- Description of the task
Which lines run from the one containing "const most = counts.reduce<(typeof" to the end of the entries below? Reproduce them exactly, both ends included.

- Recorded information

┏━━

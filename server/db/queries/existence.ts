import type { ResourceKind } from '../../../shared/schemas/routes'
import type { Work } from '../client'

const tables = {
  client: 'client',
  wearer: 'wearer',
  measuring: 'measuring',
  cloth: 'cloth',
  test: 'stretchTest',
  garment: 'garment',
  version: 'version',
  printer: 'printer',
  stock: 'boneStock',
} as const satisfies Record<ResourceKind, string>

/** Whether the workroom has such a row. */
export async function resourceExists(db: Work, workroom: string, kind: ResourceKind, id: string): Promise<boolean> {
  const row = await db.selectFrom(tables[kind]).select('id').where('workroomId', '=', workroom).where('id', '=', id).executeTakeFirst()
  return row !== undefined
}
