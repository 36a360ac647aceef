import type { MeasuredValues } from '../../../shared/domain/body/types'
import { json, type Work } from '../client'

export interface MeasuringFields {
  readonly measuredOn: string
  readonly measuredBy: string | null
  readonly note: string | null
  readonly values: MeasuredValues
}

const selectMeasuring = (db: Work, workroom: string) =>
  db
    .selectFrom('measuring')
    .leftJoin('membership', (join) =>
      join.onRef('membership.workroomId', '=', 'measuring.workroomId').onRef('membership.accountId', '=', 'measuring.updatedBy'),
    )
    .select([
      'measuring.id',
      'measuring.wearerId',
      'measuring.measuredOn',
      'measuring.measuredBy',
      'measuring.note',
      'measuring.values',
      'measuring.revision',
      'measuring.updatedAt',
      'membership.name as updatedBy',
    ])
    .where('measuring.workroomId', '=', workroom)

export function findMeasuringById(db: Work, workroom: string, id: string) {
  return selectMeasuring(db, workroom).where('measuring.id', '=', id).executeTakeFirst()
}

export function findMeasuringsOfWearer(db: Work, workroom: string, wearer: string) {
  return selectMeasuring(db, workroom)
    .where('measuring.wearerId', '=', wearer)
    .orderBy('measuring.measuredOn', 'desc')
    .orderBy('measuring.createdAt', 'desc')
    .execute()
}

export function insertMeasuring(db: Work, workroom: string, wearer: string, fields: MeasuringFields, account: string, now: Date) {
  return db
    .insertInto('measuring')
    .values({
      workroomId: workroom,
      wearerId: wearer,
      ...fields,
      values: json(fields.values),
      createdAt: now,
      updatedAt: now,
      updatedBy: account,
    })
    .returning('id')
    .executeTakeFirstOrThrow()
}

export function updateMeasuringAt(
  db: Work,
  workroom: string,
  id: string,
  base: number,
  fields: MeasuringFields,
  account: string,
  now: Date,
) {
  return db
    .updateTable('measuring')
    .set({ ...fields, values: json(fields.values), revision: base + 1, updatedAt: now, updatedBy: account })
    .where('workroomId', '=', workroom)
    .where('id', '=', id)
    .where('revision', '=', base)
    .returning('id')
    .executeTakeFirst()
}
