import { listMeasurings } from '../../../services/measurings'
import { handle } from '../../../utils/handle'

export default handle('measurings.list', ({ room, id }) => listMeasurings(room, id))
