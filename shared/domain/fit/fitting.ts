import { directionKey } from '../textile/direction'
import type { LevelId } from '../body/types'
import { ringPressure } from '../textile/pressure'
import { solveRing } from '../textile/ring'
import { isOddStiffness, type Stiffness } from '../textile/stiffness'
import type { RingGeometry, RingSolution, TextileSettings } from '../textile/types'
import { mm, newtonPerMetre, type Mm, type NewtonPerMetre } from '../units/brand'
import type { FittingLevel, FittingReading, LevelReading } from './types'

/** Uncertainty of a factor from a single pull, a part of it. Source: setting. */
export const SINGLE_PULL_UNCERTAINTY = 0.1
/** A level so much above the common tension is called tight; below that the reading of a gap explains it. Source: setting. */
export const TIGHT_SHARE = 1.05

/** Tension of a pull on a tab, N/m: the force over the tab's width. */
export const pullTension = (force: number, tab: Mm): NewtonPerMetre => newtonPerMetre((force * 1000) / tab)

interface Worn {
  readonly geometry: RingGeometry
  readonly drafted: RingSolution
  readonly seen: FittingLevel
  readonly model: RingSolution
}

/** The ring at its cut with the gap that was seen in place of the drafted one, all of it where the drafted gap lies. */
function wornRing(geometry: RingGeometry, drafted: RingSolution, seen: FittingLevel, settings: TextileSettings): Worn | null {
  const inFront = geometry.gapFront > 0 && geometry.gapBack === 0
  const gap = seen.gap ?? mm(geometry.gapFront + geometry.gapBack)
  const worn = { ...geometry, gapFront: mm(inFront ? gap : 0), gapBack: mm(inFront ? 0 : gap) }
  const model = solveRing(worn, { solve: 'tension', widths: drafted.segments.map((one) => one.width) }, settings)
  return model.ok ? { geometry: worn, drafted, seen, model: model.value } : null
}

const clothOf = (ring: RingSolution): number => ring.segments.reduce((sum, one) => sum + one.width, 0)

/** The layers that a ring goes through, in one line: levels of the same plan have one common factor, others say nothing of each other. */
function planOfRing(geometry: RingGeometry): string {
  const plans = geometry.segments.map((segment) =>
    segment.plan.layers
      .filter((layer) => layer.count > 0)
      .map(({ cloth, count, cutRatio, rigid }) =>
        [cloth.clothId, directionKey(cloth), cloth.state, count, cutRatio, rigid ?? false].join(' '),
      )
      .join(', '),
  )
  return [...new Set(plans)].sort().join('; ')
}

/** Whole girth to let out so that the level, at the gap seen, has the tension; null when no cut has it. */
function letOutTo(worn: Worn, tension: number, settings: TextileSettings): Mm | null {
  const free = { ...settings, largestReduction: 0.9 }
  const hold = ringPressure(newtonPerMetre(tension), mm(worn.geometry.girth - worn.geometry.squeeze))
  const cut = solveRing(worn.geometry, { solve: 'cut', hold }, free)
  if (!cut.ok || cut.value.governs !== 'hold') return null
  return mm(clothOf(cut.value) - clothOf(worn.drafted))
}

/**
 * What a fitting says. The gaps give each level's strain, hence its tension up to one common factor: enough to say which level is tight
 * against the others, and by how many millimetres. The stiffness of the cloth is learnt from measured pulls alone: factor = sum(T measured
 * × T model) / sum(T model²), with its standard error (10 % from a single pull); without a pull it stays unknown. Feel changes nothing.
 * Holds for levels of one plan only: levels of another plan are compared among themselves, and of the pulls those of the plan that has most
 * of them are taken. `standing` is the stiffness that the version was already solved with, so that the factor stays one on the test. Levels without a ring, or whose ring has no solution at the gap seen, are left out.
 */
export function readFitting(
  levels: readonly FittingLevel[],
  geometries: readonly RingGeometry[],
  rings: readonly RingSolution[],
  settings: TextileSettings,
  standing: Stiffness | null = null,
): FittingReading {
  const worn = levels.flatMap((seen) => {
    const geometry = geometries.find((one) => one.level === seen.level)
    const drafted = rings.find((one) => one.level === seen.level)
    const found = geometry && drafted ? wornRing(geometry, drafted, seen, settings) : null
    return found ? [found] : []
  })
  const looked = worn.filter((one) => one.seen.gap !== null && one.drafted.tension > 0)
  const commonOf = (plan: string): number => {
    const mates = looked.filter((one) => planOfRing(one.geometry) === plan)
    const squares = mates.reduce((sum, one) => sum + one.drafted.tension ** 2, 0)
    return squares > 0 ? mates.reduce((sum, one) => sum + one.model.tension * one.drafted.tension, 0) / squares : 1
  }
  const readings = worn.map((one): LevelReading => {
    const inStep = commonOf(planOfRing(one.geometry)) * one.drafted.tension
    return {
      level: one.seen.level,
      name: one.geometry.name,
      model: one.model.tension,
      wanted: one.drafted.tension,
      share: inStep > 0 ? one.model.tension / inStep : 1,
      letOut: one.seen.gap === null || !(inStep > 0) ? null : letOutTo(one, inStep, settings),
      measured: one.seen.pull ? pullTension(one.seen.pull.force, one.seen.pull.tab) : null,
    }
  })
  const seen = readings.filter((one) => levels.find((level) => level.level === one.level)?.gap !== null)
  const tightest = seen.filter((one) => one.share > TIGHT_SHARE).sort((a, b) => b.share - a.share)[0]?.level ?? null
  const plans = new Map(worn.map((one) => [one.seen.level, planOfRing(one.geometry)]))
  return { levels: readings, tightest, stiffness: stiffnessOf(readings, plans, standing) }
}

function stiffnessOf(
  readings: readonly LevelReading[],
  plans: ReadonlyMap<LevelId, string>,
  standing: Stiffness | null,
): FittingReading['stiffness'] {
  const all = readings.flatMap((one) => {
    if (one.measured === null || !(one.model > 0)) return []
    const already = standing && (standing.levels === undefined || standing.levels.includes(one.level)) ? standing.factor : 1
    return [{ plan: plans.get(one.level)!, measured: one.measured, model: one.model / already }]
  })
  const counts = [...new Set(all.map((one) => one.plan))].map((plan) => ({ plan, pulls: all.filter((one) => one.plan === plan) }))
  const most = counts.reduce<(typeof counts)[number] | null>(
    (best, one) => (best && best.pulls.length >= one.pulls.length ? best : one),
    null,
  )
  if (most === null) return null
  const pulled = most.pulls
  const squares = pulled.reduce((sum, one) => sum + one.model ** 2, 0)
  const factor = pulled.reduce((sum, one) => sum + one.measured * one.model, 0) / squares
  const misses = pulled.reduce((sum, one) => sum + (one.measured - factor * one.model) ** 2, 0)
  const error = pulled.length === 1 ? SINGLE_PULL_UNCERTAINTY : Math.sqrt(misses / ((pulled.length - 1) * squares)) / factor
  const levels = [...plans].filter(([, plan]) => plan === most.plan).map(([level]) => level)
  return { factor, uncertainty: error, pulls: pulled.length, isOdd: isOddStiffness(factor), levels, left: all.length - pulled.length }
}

┗━━

- Your solution
  const most = counts.reduce<(typeof counts)[number] | null>(
    (best, one) => (best && best.pulls.length >= one.pulls.length ? best : one),
    null,
  )
  if (most === null) return null
  const pulled = most.pulls
  const squares = pulled.reduce((sum, one) => sum + one.model ** 2, 0)
  const factor = pulled.reduce((sum, one) => sum + one.measured * one.model, 0) / squares
  const misses = pulled.reduce((sum, one) => sum + (one.measured - factor * one.model) ** 2, 0)
  const error = pulled.length === 1 ? SINGLE_PULL_UNCERTAINTY : Math.sqrt(misses / ((pulled.length - 1) * squares)) / factor
  const levels = [...plans].filter(([, plan]) => plan === most.plan).map(([level]) => level)
  return { factor, uncertainty: error, pulls: pulled.length, isOdd: isOddStiffness(factor), levels, left: all.length - pulled.length }
}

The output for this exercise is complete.